§ What to work on:
Report each line from the entries in which "xmin" can be found.

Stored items

══════

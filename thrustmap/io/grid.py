"""Regular elevation grids: the ``Grid`` container and ESRI ASCII grid files.

An ESRI ASCII grid (``.asc``) holds a short header (``ncols``, ``nrows``,
``xllcorner`` or ``xllcenter``, ``yllcorner`` or ``yllcenter``, ``cellsize``,
optional ``NODATA_value``) followed by ``nrows`` rows of ``ncols`` values, the
northernmost row first. Its coordinate reference system lives in a ``.prj``
sidecar of the same stem holding WKT.
"""

from __future__ import annotations

import logging
import os
from dataclasses import dataclass
from pathlib import Path

import numpy as np
from numpy.typing import ArrayLike, NDArray
from pyproj import CRS

from thrustmap.errors import InputError, ParameterError
from thrustmap.io.atomic import atomic_paths

__all__ = ["Grid", "read_ascii_grid", "write_ascii_grid"]

log = logging.getLogger(__name__)

Float = NDArray[np.float64]


@dataclass(eq=False)
class Grid:
    """A north-up regular grid of square cells in a projected CRS.

    Parameters
    ----------
    values : array_like
        2-D array (rows from north to south, columns from west to east); NaN
        marks nodata.
    x0, y0 : float
        Upper-left (north-west) corner of the grid, CRS units (metres).
    cell : float
        Cell size, metres; positive.
    crs : pyproj.CRS, str, int or None
        Coordinate reference system, anything ``pyproj.CRS.from_user_input``
        takes; ``None`` when unknown.

    Raises
    ------
    ParameterError
        When ``values`` is not 2-D or ``cell`` is not a positive number.

    Examples
    --------
    >>> g = Grid([[1.0, 2.0], [3.0, 4.0]], x0=0.0, y0=200.0, cell=100.0, crs="EPSG:32633")
    >>> g.bounds
    (0.0, 0.0, 200.0, 200.0)
    >>> g.x_centers.tolist(), g.y_centers.tolist()
    ([50.0, 150.0], [150.0, 50.0])
    """

    values: Float
    x0: float
    y0: float
    cell: float
    crs: CRS | None = None

    def __post_init__(self) -> None:
        self.values = np.asarray(self.values, dtype=float)
        if self.values.ndim != 2 or 0 in self.values.shape:
            raise ParameterError(
                f"Grid values must be a non-empty 2-D array, got shape {self.values.shape}"
            )
        self.x0, self.y0, self.cell = float(self.x0), float(self.y0), float(self.cell)
        if not (np.isfinite(self.cell) and self.cell > 0):
            raise ParameterError(
                f"Grid cell size must be a positive number of metres, got {self.cell}"
            )
        if not (np.isfinite(self.x0) and np.isfinite(self.y0)):
            raise ParameterError(f"Grid corner must be finite, got ({self.x0}, {self.y0})")
        if self.crs is not None:
            self.crs = CRS.from_user_input(self.crs)

    @property
    def shape(self) -> tuple[int, int]:
        """(rows, columns)."""
        return self.values.shape

    @property
    def bounds(self) -> tuple[float, float, float, float]:
        """(xmin, ymin, xmax, ymax) of the grid's outer cell edges."""
        rows, cols = self.shape
        return (self.x0, self.y0 - rows * self.cell, self.x0 + cols * self.cell, self.y0)

    @property
    def x_centers(self) -> Float:
        """Easting of each column's cell centres, west to east."""
        return self.x0 + (np.arange(self.shape[1]) + 0.5) * self.cell

    @property
    def y_centers(self) -> Float:
        """Northing of each row's cell centres, north to south."""
        return self.y0 - (np.arange(self.shape[0]) + 0.5) * self.cell

    def centers(self) -> tuple[Float, Float]:
        """2-D arrays of cell-centre eastings and northings, shaped like ``values``.

        Examples
        --------
        >>> x, y = Grid(np.zeros((2, 3)), x0=0, y0=20, cell=10).centers()
        >>> x[0].tolist(), y[:, 0].tolist()
        ([5.0, 15.0, 25.0], [15.0, 5.0])
        """
        return np.meshgrid(self.x_centers, self.y_centers)

    def sample(self, x: ArrayLike, y: ArrayLike) -> Float:
        """Bilinear interpolation of the grid at points (vectorised).

        Values are interpolated between cell centres; within half a cell of the
        outer edge the edge cells are extended. Points outside the grid, and
        points whose interpolation touches a nodata cell, give NaN.

        Parameters
        ----------
        x, y : array_like
            Coordinates in the grid's CRS; broadcast together.

        Returns
        -------
        ndarray
            Interpolated values, shaped like the broadcast inputs.

        Examples
        --------
        >>> g = Grid([[0.0, 10.0], [20.0, 30.0]], x0=0, y0=20, cell=10)
        >>> g.sample([10.0, 5.0, 99.0], [10.0, 15.0, 0.0]).tolist()
        [15.0, 0.0, nan]
        """
        xb, yb = np.broadcast_arrays(np.asarray(x, dtype=float), np.asarray(y, dtype=float))
        rows, cols = self.shape
        xmin, ymin, xmax, ymax = self.bounds
        inside = (xb >= xmin) & (xb <= xmax) & (yb >= ymin) & (yb <= ymax)
        fc = np.clip((xb - self.x0) / self.cell - 0.5, 0.0, cols - 1.0)
        fr = np.clip((self.y0 - yb) / self.cell - 0.5, 0.0, rows - 1.0)
        fc = np.where(inside, fc, 0.0)
        fr = np.where(inside, fr, 0.0)
        c0 = np.minimum(np.floor(fc).astype(np.intp), max(cols - 2, 0))
        r0 = np.minimum(np.floor(fr).astype(np.intp), max(rows - 2, 0))
        c1 = np.minimum(c0 + 1, cols - 1)
        r1 = np.minimum(r0 + 1, rows - 1)
        tc = fc - c0
        tr = fr - r0
        out = np.zeros(xb.shape)
        touched_nodata = ~inside
        for r, c, w in (
            (r0, c0, (1.0 - tr) * (1.0 - tc)),
            (r0, c1, (1.0 - tr) * tc),
            (r1, c0, tr * (1.0 - tc)),
            (r1, c1, tr * tc),
        ):
            v = self.values[r, c]
            nodata = np.isnan(v)
            # a nodata neighbour with zero weight (a point on a cell-centre line) does not count
            touched_nodata |= nodata & (w > 0)
            out += np.where(nodata, 0.0, v) * w
        return np.where(touched_nodata, np.nan, out)


_HEADER_KEYS = (
    "ncols",
    "nrows",
    "xllcorner",
    "xllcenter",
    "yllcorner",
    "yllcenter",
    "cellsize",
    "nodata_value",
)


def _header_error(path: Path, line: int, key: str, message: str) -> InputError:
    return InputError(f"line {line}: {message}", source=str(path), field=key)


def _read_header(path: Path, lines: list[str]) -> tuple[dict[str, float], int]:
    header: dict[str, float] = {}
    n = 0
    for n, text in enumerate(lines, start=1):
        parts = text.split()
        if not parts:
            continue
        key = parts[0].lower()
        if key not in _HEADER_KEYS:
            try:
                float(key)
            except ValueError:
                pass
            else:
                return header, n - 1
            raise _header_error(
                path,
                n,
                parts[0],
                f"unknown header key {parts[0]!r}; expected one of ncols, nrows, xllcorner/xllcenter, "
                "yllcorner/yllcenter, cellsize, NODATA_value",
            )
        if len(parts) != 2:
            raise _header_error(
                path, n, key, f"expected '{parts[0]} <number>', got {text.strip()!r}"
            )
        if key in header:
            raise _header_error(path, n, key, f"header key {parts[0]!r} given twice")
        try:
            header[key] = float(parts[1])
        except ValueError:
            raise _header_error(
                path, n, key, f"{parts[0]} must be a number, got {parts[1]!r}"
            ) from None
        if key in ("ncols", "nrows") and not (header[key] >= 1 and header[key] == int(header[key])):
            raise _header_error(
                path, n, key, f"{parts[0]} must be a positive integer, got {parts[1]!r}"
            )
        if key == "cellsize" and not header[key] > 0:
            raise _header_error(path, n, key, f"cellsize must be positive, got {parts[1]!r}")
    return header, n


def read_ascii_grid(path: str | os.PathLike) -> Grid:
    """Read an ESRI ASCII grid and its ``.prj`` sidecar.

    Parameters
    ----------
    path : path-like
        The ``.asc`` file. The CRS is read from the file of the same stem with
        suffix ``.prj`` (WKT); without one the grid's ``crs`` is ``None`` and a
        message is logged.

    Returns
    -------
    Grid
        Values with the file's nodata value replaced by NaN.

    Raises
    ------
    InputError
        For a malformed header (the message names the file, the line and the
        key), a wrong number of values, or an unreadable ``.prj``.
    FileNotFoundError
        When ``path`` does not exist.

    Examples
    --------
    >>> import tempfile, pathlib
    >>> p = pathlib.Path(tempfile.mkdtemp()) / "g.asc"
    >>> _ = p.write_text("ncols 2\\nnrows 1\\nxllcorner 0\\nyllcorner 0\\ncellsize 10\\n"
    ...                  "NODATA_value -9999\\n1 -9999\\n")
    >>> g = read_ascii_grid(p)
    >>> g.values.tolist(), g.y0, g.crs is None
    ([[1.0, nan]], 10.0, True)
    """
    path = Path(path)
    lines = path.read_text(encoding="ascii", errors="replace").splitlines()
    header, n_header = _read_header(path, lines)
    last = n_header + 1
    for key in ("ncols", "nrows", "cellsize"):
        if key not in header:
            raise _header_error(path, last, key, f"header lacks {key!r}")
    for axis in ("x", "y"):
        if (f"{axis}llcorner" in header) == (f"{axis}llcenter" in header):
            raise _header_error(
                path,
                last,
                f"{axis}llcorner",
                f"header needs exactly one of {axis}llcorner and {axis}llcenter",
            )
    rows, cols, cell = int(header["nrows"]), int(header["ncols"]), header["cellsize"]
    # *llcenter gives the centre of the lower-left cell, *llcorner its outer corner.
    xll = header["xllcorner"] if "xllcorner" in header else header["xllcenter"] - 0.5 * cell
    yll = header["yllcorner"] if "yllcorner" in header else header["yllcenter"] - 0.5 * cell
    try:
        data = np.array(" ".join(lines[n_header:]).split(), dtype=float)
    except ValueError as exc:
        raise InputError(
            f"grid values after line {n_header} must be numbers ({exc})", source=str(path)
        ) from None
    if data.size != rows * cols:
        raise InputError(
            f"expected nrows x ncols = {rows} x {cols} = {rows * cols} values after line "
            f"{n_header}, found {data.size}",
            source=str(path),
        )
    values = data.reshape(rows, cols)
    if "nodata_value" in header:
        values[values == header["nodata_value"]] = np.nan
    prj = path.with_suffix(".prj")
    crs = None
    if prj.exists():
        try:
            crs = CRS.from_user_input(prj.read_text(encoding="utf-8").strip())
        except Exception as exc:  # pyproj raises its own CRSError type
            raise InputError(f"cannot read the CRS: {exc}", source=str(prj)) from None
    else:
        log.info("%s has no .prj sidecar; the grid's CRS is unknown", path)
    return Grid(values, x0=xll, y0=yll + rows * cell, cell=cell, crs=crs)


def write_ascii_grid(
    path: str | os.PathLike, grid: Grid, *, overwrite: bool = False, fmt: str = "%.17g"
) -> Path:
    """Write a grid as an ESRI ASCII grid plus a ``.prj`` sidecar (ESRI WKT), atomically.

    Parameters
    ----------
    path : path-like
        Output ``.asc`` path; the ``.prj`` goes beside it (written only when
        the grid has a CRS).
    grid : Grid
        The grid; NaN cells are written as the nodata value -9999 (or a lower
        value absent from the data).
    overwrite : bool
        Replace existing files. Keyword only.
    fmt : str
        printf-style format of each value; the default keeps every digit.

    Returns
    -------
    Path
        The ``.asc`` path written.

    Raises
    ------
    OutputExistsError
        When the ``.asc`` or ``.prj`` exists and ``overwrite`` is false.

    Examples
    --------
    >>> import tempfile, pathlib
    >>> p = pathlib.Path(tempfile.mkdtemp()) / "g.asc"
    >>> g = Grid([[1.5, np.nan]], x0=0, y0=10, cell=10, crs="EPSG:32633")
    >>> _ = write_ascii_grid(p, g)
    >>> back = read_ascii_grid(p)
    >>> back.values.tolist(), back.crs.to_epsg()
    ([[1.5, nan]], 32633)
    """
    path = Path(path)
    nodata = -9999.0
    while np.any(grid.values == nodata):
        nodata = nodata * 10.0 - 9.0
    xmin, ymin, _, _ = grid.bounds
    rows, cols = grid.shape
    header = (
        f"ncols {cols}\nnrows {rows}\nxllcorner {xmin!r}\nyllcorner {ymin!r}\n"
        f"cellsize {grid.cell!r}\nNODATA_value {nodata:.0f}\n"
    )
    values = np.where(np.isnan(grid.values), nodata, grid.values)
    targets = [path] + ([path.with_suffix(".prj")] if grid.crs is not None else [])
    with atomic_paths(*targets, overwrite=overwrite) as temps:
        with open(temps[0], "w", encoding="ascii", newline="\n") as fh:
            fh.write(header)
            np.savetxt(fh, values, fmt=fmt, delimiter=" ")
        if grid.crs is not None:
            # ESRI WKT is what .prj readers expect; CRSs it cannot express fall back to WKT2.
            wkt = grid.crs.to_wkt("WKT1_ESRI") or grid.crs.to_wkt()
            temps[1].write_text(wkt, encoding="utf-8")
    log.debug("wrote %s (%d x %d cells of %g m)", path, rows, cols, grid.cell)
    return path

══════

§ Solution for this exercise:
        """(xmin, ymin, xmax, ymax) of the grid's outer cell edges."""
        xmin, ymin, xmax, ymax = self.bounds
        inside = (xb >= xmin) & (xb <= xmax) & (yb >= ymin) & (yb <= ymax)
    xmin, ymin, _, _ = grid.bounds
        f"ncols {cols}\nnrows {rows}\nxllcorner {xmin!r}\nyllcorner {ymin!r}\n"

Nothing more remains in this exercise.